Olgar Shiverstone said:


> Good call IMO, though I don't think Terminator really needs a reboot.
> 
> Hollywood needs to find some original ideas.




I always wonder when I hear folks say that. Hollywood (not that that’s a single entity) produces hundreds of movies every year, many of them unique and original scripts. Problem is, people only go see the big blockbuster sequels.

So Hollywood has original ideas. People should go see them, and they’d make more! Problem is people dismiss the original stuff as pretentious without even seeing it.


----------



## Dannyalcatraz (Sep 23, 2017)

Part of that is the studios' own fault, though.  They'll dump $100M+ into a blockbuster and another $10M+ on advertising it, virtually ensuring a decent RoI, but small budget films are lucky if they get a flurry of ads in the 7 cities in which they're initially released.  You have to work to find the gems- if any- but the mainstream stuff is virtually shoved in your face.

There are sound business reasons for doing that, of course.  But it does ignore the fact that blockbusters- especially sequels- usually don't need a big push to sell them if they have any merit at all.  (And by merit, I don't mean _Citizen Kane_.  "Popcorn seller" escapist films have their own intrinsic value, as well.)

Thing is, films follow Sturgeon's Law just like everything else.  And that may be generous for Hollywood films.
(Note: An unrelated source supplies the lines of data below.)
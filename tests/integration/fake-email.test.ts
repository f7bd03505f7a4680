// The fake e-mail provider driven through the real `resend` SDK and lib/email/provider.ts.
// Error names and shapes follow the provider's published REST error format (from memory of
// its API reference: { statusCode, name, message }).
import { mkdtempSync, readFileSync, rmSync } from "node:fs";
import { tmpdir } from "node:os";
import path from "node:path";
import { Resend } from "resend";
import { afterAll, beforeAll, beforeEach, describe, expect, it } from "vitest";
import { startFakeEmailServer, type FakeEmailServer } from "@/fake-services/email/server";
import { createEmailProvider } from "@/lib/email/provider";

let fake: FakeEmailServer;

beforeAll(async () => {
  fake = await startFakeEmailServer({ port: 0 });
});
afterAll(async () => {
  await fake.close();
});
beforeEach(() => {
  fake.setFailing(false);
  fake.clear();
});

const message = {
  from: "Hangarline <no-reply@club.example>",
  to: "pilot.one@members.example",
  subject: "Your sign-in link",
  html: '<p>Sign in: <a href="http://localhost:3000/sign-in/check?token=abc&amp;x=1">Sign in</a></p>',
  text: "Sign in: http://localhost:3000/sign-in/check?token=abc&x=1",
};

describe("fake e-mail provider through the resend SDK", () => {
  it("stores a message sent with resend.emails.send and lists it over JSON", async () => {
    const resend = new Resend("re_test_key", { baseUrl: fake.url });
    const { data, error } = await resend.emails.send(message);
    expect(error).toBeNull();
    expect(data?.id).toMatch(/^[0-9a-f-]{36}$/);

    const stored = fake.messages();
    expect(stored).toHaveLength(1);
    expect(stored[0]).toMatchObject({ id: data?.id, to: [message.to], subject: message.subject, html: message.html });

    const all = (await (await fetch(`${fake.url}/api/messages`)).json()) as { data: { id: string }[] };
    expect(all.data.map((m) => m.id)).toEqual([data?.id]);

    const fetched = await resend.emails.get(data?.id ?? "");
    expect(fetched.data).toMatchObject({ object: "email", id: data?.id, subject: message.subject });
  });

  it("filters /api/messages by recipient, newest first", async () => {
    const resend = new Resend("re_test_key", { baseUrl: fake.url });
    await resend.emails.send({ ...message, to: "a@members.example", subject: "first" });
    await resend.emails.send({ ...message, to: ["b@members.example", "A@Members.example"], subject: "second" });
    await resend.emails.send({ ...message, to: "c@members.example", subject: "third" });
    const res = await fetch(`${fake.url}/api/messages?to=${encodeURIComponent("a@members.example")}`);
    const body = (await res.json()) as { data: { subject: string }[] };
    expect(body.data.map((m) => m.subject)).toEqual(["second", "first"]);
  });

  it("answers 422 in the provider's error shape for an invalid body", async () => {
    const resend = new Resend("re_test_key", { baseUrl: fake.url });
    const noSubject = await resend.emails.send({ ...message, subject: "" });
    expect(noSubject.error).toMatchObject({ statusCode: 422, name: "missing_required_field" });
    const badTo = await resend.emails.send({ ...message, to: "not-an-address" });
    expect(badTo.error).toMatchObject({ statusCode: 422, name: "validation_error" });
    const noBody = await fetch(`${fake.url}/emails`, {
      method: "POST",
      headers: { Authorization: "Bearer re_x", "Content-Type": "application/json" },
      body: JSON.stringify({ from: message.from, to: message.to, subject: "s" }),
    });
    expect(noBody.status).toBe(422);
    expect(fake.messages()).toHaveLength(0);
  });

  it("requires a Bearer API key", async () => {
    const res = await fetch(`${fake.url}/emails`, {
      method: "POST",
      headers: { "Content-Type": "application/json" },
      body: JSON.stringify(message),
    });
    expect(res.status).toBe(401);
    expect(await res.json()).toMatchObject({ statusCode: 401, name: "missing_api_key" });
  });

  it("stores a retried send with the same idempotency key once", async () => {
    const resend = new Resend("re_test_key", { baseUrl: fake.url });
    const first = await resend.emails.send(message, { idempotencyKey: "outbox-row-7" });
    const again = await resend.emails.send(message, { idempotencyKey: "outbox-row-7" });
    expect(again.data?.id).toBe(first.data?.id);
    expect(fake.messages()).toHaveLength(1);
    const changed = await resend.emails.send({ ...message, subject: "other" }, { idempotencyKey: "outbox-row-7" });
    expect(changed.error).toMatchObject({ statusCode: 409, name: "invalid_idempotent_request" });
  });
});

describe("lib/email/provider against the fake", () => {
  it("returns the provider id on success", async () => {
    const provider = createEmailProvider({ apiKey: "re_test_key", baseUrl: fake.url });
    const result = await provider.send(message);
    expect(result).toEqual({ ok: true, providerId: fake.messages()[0]?.id });
  });

  it("reports a 500 as retryable and recovers when the provider does", async () => {
    const provider = createEmailProvider({ apiKey: "re_test_key", baseUrl: fake.url });
    fake.setFailing("500");
    const failed = await provider.send(message);
    expect(failed).toMatchObject({ ok: false, retryable: true });
    expect(fake.messages()).toHaveLength(0);
    fake.setFailing(false);
    expect(await provider.send(message)).toMatchObject({ ok: true });
  });

  it("reports dropped connections and rate limits as retryable", async () => {
    const provider = createEmailProvider({ apiKey: "re_test_key", baseUrl: fake.url });
    fake.setFailing("down");
    const down = await provider.send(message);
    expect(down).toMatchObject({ ok: false, retryable: true });
    if (!down.ok) expect(down.error).toContain("network");
    fake.setFailing("429");
    expect(await provider.send(message)).toMatchObject({ ok: false, retryable: true });
  });

  it("can switch failure modes over HTTP for tests that run the fake as a process", async () => {
    const provider = createEmailProvider({ apiKey: "re_test_key", baseUrl: fake.url });
    const res = await fetch(`${fake.url}/_control/failing`, { method: "POST", body: JSON.stringify({ mode: "500" }) });
    expect(res.status).toBe(200);
    expect(await provider.send(message)).toMatchObject({ ok: false, retryable: true });
  });

  it("reports validation errors and a missing key as not retryable", async () => {
    const provider = createEmailProvider({ apiKey: "re_test_key", baseUrl: fake.url });
    expect(await provider.send({ ...message, to: "nobody" })).toMatchObject({ ok: false, retryable: false });
    const keyless = createEmailProvider({ apiKey: "", baseUrl: fake.url });
    expect(await keyless.send(message)).toMatchObject({ ok: false, retryable: false });
  });

  it("reports an unreachable provider as retryable without throwing", async () => {
    const other = await startFakeEmailServer({ port: 0 });
    const deadUrl = other.url;
    await other.close();
    const provider = createEmailProvider({ apiKey: "re_test_key", baseUrl: deadUrl });
    expect(await provider.send(message)).toMatchObject({ ok: false, retryable: true });
  });
});

describe("outbox viewer", () => {
  it("lists messages newest first and renders a message with clickable links", async () => {
    const provider = createEmailProvider({ apiKey: "re_test_key", baseUrl: fake.url });
    await provider.send({ ...message, subject: "Older <notice>" });
    await provider.send(message);
    const list = await (await fetch(`${fake.url}/`)).text();
    expect(list.indexOf("Your sign-in link")).toBeLessThan(list.indexOf("Older &lt;notice&gt;"));

    const id = fake.messages()[0]?.id ?? "";
    const res = await fetch(`${fake.url}/messages/${id}`);
    expect(res.status).toBe(200);
    const html = await res.text();
    expect(html).toContain('<a href="http://localhost:3000/sign-in/check?token=abc&amp;x=1">');
    expect(html).toMatch(/<iframe[^>]+sandbox="[^"]*"[^>]+srcdoc="/);
    expect((await fetch(`${fake.url}/messages/nope`)).status).toBe(404);
  });

  it("mirrors messages to a JSON-lines file and reloads them on restart", async () => {
    const dir = mkdtempSync(path.join(tmpdir(), "fake-email-"));
    const file = path.join(dir, "outbox.jsonl");
    try {
      const first = await startFakeEmailServer({ port: 0, file });
      await createEmailProvider({ apiKey: "re_k", baseUrl: first.url }).send(message);
      await first.close();
      expect(readFileSync(file, "utf8").trim().split("\n")).toHaveLength(1);
      const second = await startFakeEmailServer({ port: 0, file });
      expect(second.messages().map((m) => m.subject)).toEqual([message.subject]);
      await second.close();
    } finally {
      rmSync(dir, { recursive: true, force: true });
    }
  });
});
I mean...anyone here see the ads for _Mother_ and think, "Now THERE'S a horror movie I want to see!"?  My personal reaction was "WTF?", and not in a "Now I gotta see that film to resolve the sense of intrigue I feel." kind of way...


----------



## Morrus (Sep 23, 2017)

I’m not talking tiny films released in 7 cinemas, though. I mean the easy ones - the sort of stuff that appears at the Oscars and which moviegoers sneer at. Those movies are often *really* good, and original. If people just watched the Oscar nominees every year, I reckon you’d see a groundshift. I mean the single entity known as “Hollywood” which apparently needs new ideas annually points at 10 original films and says “watch these ten, at least!”


----------



## Dannyalcatraz (Sep 23, 2017)

Define "not hard to find."

Personally, I like movies, though I rarely go out to see them anymore- long & complex reasons, not important- and I live in a major American population center.  And odds are good that I've heard of less than half of the Oscar nominees in a given year- usually only the major frontrunners to win Best Film, maaaaaybe one of the acting awards.  Especially if it's one of the tour de force years when one or two have double-digit nominations.
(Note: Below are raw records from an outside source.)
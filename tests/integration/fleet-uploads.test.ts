import fs from "node:fs";
import { beforeAll, describe, expect, it } from "vitest";
import { and, eq } from "drizzle-orm";
import { GET as uploadRoute } from "@/app/api/clubs/[club]/uploads/[uploadId]/route";
import { inspectionCompletions, squawks, uploads } from "@/db/schema";
import { recordCompletion } from "@/lib/actions/fleet/record-completion";
import { reportSquawk } from "@/lib/actions/fleet/report-squawk";
import { listItems } from "@/db/queries/fleet";
import { uploadDir } from "@/lib/storage";
import { EMPTY, clubBySlug, db, squawkIdOf, form, signInAs } from "./helpers";
import { callRoute, fakePngFile, oversizeJpegFile, planeByRegistration, pngFile, seedFleetOnce } from "./fleet-helpers";

const CLUB = "reedwater";

function filesOnDisk(): string[] {
  return fs.existsSync(uploadDir()) ? fs.readdirSync(uploadDir()) : [];
}

describe("fleet uploads: photos and work orders", () => {
  beforeAll(async () => {
    await seedFleetOnce();
  });

  it("stores a squawk photo checked by its content, served only through the checked route", async () => {
    signInAs("member@hangarline.test");
    const plane = planeByRegistration(CLUB, "N0534L");
    const squawkId = await squawkIdOf(() => reportSquawk(EMPTY, form({ club: CLUB, aircraftId: plane.id, description: "Cracked wheel fairing, left main", foundDuring: "preflight", photos: pngFile() })));
    const [row] = db().select().from(uploads).where(and(eq(uploads.subjectType, "Squawk"), eq(uploads.subjectId, squawkId))).all();
    expect(row).toMatchObject({ mimeType: "image/png", originalName: "brake.png" });
    expect(filesOnDisk()).toContain(row!.storageKey);
    const served = await callRoute(uploadRoute, `/api/clubs/${CLUB}/uploads/${row!.id}`, { club: CLUB, uploadId: row!.id });
    expect(served.status).toBe(200);
    // A member of another club gets the same answer as for a file that does not exist.
    signInAs("cottonwood.pilot@hangarline.test");
    const elsewhere = await callRoute(uploadRoute, `/api/clubs/cottonwood-flyers/uploads/${row!.id}`, { club: "cottonwood-flyers", uploadId: row!.id });
    expect(elsewhere.status).toBe(404);
  });

  it("refuses a file that is not an image (by content, whatever its name): no squawk, no row, no file", async () => {
    signInAs("member@hangarline.test");
    const plane = planeByRegistration(CLUB, "N0534L");
    const before = { squawks: db().select().from(squawks).all().length, uploads: db().select().from(uploads).all().length, files: filesOnDisk().length };
    const state = await reportSquawk(EMPTY, form({ club: CLUB, aircraftId: plane.id, description: "Dent in the leading edge", foundDuring: "preflight", photos: fakePngFile() }));
    expect(state.ok).toBe(false);
    expect(state.fieldErrors.photos?.[0]).toBe('"photo.png" is not a JPG, PNG, WEBP, HEIC file (checked by its content, not its name).');
    expect({ squawks: db().select().from(squawks).all().length, uploads: db().select().from(uploads).all().length, files: filesOnDisk().length }).toEqual(before);
  });

  it("refuses a file over the size limit with a clear message and stores nothing", async () => {
    signInAs("member@hangarline.test");
    const plane = planeByRegistration(CLUB, "N0534L");
    const before = { uploads: db().select().from(uploads).all().length, files: filesOnDisk().length };
    const fd = form({ club: CLUB, aircraftId: plane.id, description: "Big photo of a small scratch", foundDuring: "preflight" });
    fd.append("photos", pngFile("ok.png"));
    fd.append("photos", oversizeJpegFile());
    const state = await reportSquawk(EMPTY, fd);
    expect(state.ok).toBe(false);
    expect(state.fieldErrors.photos?.[0]).toBe('"huge.jpg" is 10.0 MB; the limit is 10 MB.');
    expect({ uploads: db().select().from(uploads).all().length, files: filesOnDisk().length }).toEqual(before);
  });

  it("a completion keeps its work order (PDF), and a completion refused for bad data leaves no file behind", async () => {
    signInAs("mechanic@hangarline.test");
    const plane = planeByRegistration(CLUB, "N0534L");
    const club = clubBySlug(CLUB);
    const annual = listItems(db(), club.id, plane.id).find((i) => i.key === "annual")!;
    const pdf = new File([Buffer.from("%PDF-1.4\n% invented work order\n")], "work-order.pdf", { type: "application/pdf" });
    const filesBefore = filesOnDisk().length;
    // In the future: refused inside the transaction, after the bytes were written; they must go.
    const refused = await recordCompletion(EMPTY, form({ club: CLUB, itemId: annual.id, doneOn: "2199-01-01", mechanicName: "Hollis Fairbank", mechanicCertificate: "A&P 0003902 IA", document: pdf }));
    expect(refused.ok).toBe(false);
    expect(refused.fieldErrors.doneOn?.[0]).toMatch(/future/);
    expect(filesOnDisk().length).toBe(filesBefore);

    const ok = await recordCompletion(EMPTY, form({ club: CLUB, itemId: annual.id, doneOn: "2026-01-10", mechanicName: "Hollis Fairbank", mechanicCertificate: "A&P 0003902 IA", document: pdf }));
    expect(ok).toMatchObject({ ok: true });
    const completion = db().select().from(inspectionCompletions).where(and(eq(inspectionCompletions.itemId, annual.id), eq(inspectionCompletions.doneOn, "2026-01-10"))).get()!;
    const file = db().select().from(uploads).where(and(eq(uploads.subjectType, "InspectionCompletion"), eq(uploads.subjectId, completion.id))).get();
    expect(file).toMatchObject({ mimeType: "application/pdf", originalName: "work-order.pdf" });
    expect(filesOnDisk().length).toBe(filesBefore + 1);
  });
});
To be 100% clear, I admit I may have heard of some of those other films, but forgot them.  But so often, they have disappeared from theaters long before the incessant drumbeat of ads touting their nominee status makes a strong impact on my mind.

Whatever ad campaign they had was clearly overwhelmed by the commercials for the films about invading zebra mussels from space and ninjas seeking revenge on the guys who scuffed their Air Jordans.


----------



## Morrus (Sep 23, 2017)

Dannyalcatraz said:


> Define "not hard to find."




It’s 2017. We have the internet, and Netflix, and iTunes, and IMDB, and Rotten Tomatoes, and Facebook, and ... its decades since you had to go to Blockbusters and browse the shelves. 

Not hard to find. 



> And odds are good that I've heard of less than half of the Oscar nominees in a given year- usually only the major frontrunners to win Best Film, maaaaaybe one of the acting awards.




That’s the *point*. We’re talking about finding new stuff. You can’t say it’s hard to find new stuff, then when presented with ten on silver platter, complain you haven’t heard of them before!


----------



## Legatus Legionis (Sep 24, 2017)

.


----------



## Morrus (Sep 24, 2017)

Legatus_Legionis said:


> One must remember, The Terminator Franchise deals heavily in time-travel, to alter the time line.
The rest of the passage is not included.